======== MATERIALS PROVIDED

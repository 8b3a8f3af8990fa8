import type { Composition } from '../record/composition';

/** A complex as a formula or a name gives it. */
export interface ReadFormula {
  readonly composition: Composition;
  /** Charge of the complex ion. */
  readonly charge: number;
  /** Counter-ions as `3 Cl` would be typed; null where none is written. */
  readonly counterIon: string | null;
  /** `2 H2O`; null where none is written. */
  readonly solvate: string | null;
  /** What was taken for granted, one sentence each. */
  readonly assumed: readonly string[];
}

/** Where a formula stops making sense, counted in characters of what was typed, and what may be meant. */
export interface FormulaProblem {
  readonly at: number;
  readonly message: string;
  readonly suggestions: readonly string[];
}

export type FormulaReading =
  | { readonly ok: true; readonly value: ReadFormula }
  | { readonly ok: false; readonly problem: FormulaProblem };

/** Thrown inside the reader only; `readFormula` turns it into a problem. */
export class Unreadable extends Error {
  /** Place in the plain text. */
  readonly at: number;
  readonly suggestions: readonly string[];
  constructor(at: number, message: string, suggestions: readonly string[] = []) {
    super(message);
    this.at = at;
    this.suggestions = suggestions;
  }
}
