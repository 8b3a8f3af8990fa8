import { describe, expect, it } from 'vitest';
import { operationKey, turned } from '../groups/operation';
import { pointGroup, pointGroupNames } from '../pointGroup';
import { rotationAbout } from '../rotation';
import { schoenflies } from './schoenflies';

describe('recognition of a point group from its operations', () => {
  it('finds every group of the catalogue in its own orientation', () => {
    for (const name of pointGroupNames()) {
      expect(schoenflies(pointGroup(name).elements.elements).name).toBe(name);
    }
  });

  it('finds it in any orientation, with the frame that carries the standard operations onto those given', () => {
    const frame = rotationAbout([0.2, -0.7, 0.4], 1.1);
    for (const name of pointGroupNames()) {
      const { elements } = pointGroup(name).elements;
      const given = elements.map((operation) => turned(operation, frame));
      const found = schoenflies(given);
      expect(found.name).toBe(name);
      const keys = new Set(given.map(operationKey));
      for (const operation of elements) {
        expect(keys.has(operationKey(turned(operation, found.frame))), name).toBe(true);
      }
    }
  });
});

================

> **ACTIVITY**:
If a line above holds the string "complex", return it as it stands.

> **EXERCISE RESPONSE**:
/** A complex as a formula or a name gives it. */
  /** Charge of the complex ion. */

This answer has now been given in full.